# Blog #1, a Ligeti opera and a Liszt Symphony



## Xenakiboy (May 8, 2016)

Xenakiboy said:


> I've been listening to Ligeti's Le Grande Macabre and Liszt's Faust Symphony on heavy rotation recently.
> Both works are a marvel to behold; Macabre is so delicately composed, showing a precise idea of the interaction between the characters and the instruments. But the humor in it is some of the most plain awesome I've seen since Zappa and Kagel. Some of the hilarious quotes, that would probably be censored too with "**" symbols, is oddly inspiring. The opera is hilarious and has a large element of satire.

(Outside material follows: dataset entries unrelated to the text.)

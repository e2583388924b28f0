"""The graded ring of characteristic classes, kept in one exact normal form.

An ``Element`` is a sparse map from monomials in class generators to
coefficients that are rational functions of the document's symbols.  The
coefficients are held as sparse polynomials over QQ (sympy's ``PolyElement``)
sharing ONE common denominator per element: measured, this is several times
faster than a fraction field per coefficient and orders of magnitude faster
than expanding sympy expression trees.  Sympy expressions appear only at the
edges (input of scalars, printing).

Every element is kept in normal form: degrees above ``truncate`` are dropped
as they arise, the ring's rewrite rules (e^2 -> p_n, fiber relations) are
applied eagerly, and fiber-degree limits are enforced.  Equality is therefore
exact comparison of the maps.

Monomial order (spec, "Classes, normal form, truncation"): a block order with
the fiber groups first (group 1, 2, ... in that order) and the base classes
(group 0) last; within a block graded (by form degree) reverse lexicographic,
later-declared generators larger.
"""
from __future__ import annotations

import math
from dataclasses import dataclass
from fractions import Fraction
from typing import Iterable, Mapping, Sequence

import sympy
from sympy import QQ
from sympy.polys.fields import FracField

from .. import notation
from . import budget


class AlgebraError(ValueError):
    """A user-level problem in the algebra (the engine adds the location)."""


class NotRational(AlgebraError):
    """A scalar that is not a rational function of the declared symbols."""


class LimitError(AlgebraError):
    """A computation grew beyond the term cap; fail fast instead of hanging."""


MAX_TERMS = 20_000
#: Largest product of coefficient sizes multiplied in one step (term pairs).
MAX_PRODUCT = 20_000_000


def _check_power_size(poly, n: int) -> None:
    """Refuse a power of a coefficient polynomial that would have more than
    MAX_TERMS terms, before sympy spends minutes building it.  The bound is
    the number of monomials of that degree in the variables present."""
    if n < 2 or len(poly) < 2:
        return
    present = sum(1 for i in range(poly.ring.ngens) if any(m[i] for m in poly.keys()))
    degree = max(sum(m) for m in poly.keys())
    bound = min(math.comb(n * degree + present, present), math.comb(len(poly) + n - 1, n))
    if bound > MAX_TERMS:
        raise LimitError(f"a power of a {len(poly)}-term polynomial to the {n} would have up to "
                         f"{bound} terms (the limit is {MAX_TERMS})")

The amazing thing is that it doesn't come off to me like satire, its a surreal story that is a load of fun.
> This opera has given me a new love for Ligeti!!
> The Liszt's Faust Symphony is like a taste-test of the 20th century, in a way. When I hear it, I can't help thinking "that's Schoenberg" or "that's Bartok" or "that's Mahler". It isn't a bad thing, it's like another Grosso Fugue to me; a prelude to the future. Though, like Grosso that future has already been.
> I liked Liszt already, his piano works are some of the most impressive I've seen, but this Symphony has given me something to be perplexed by!


----------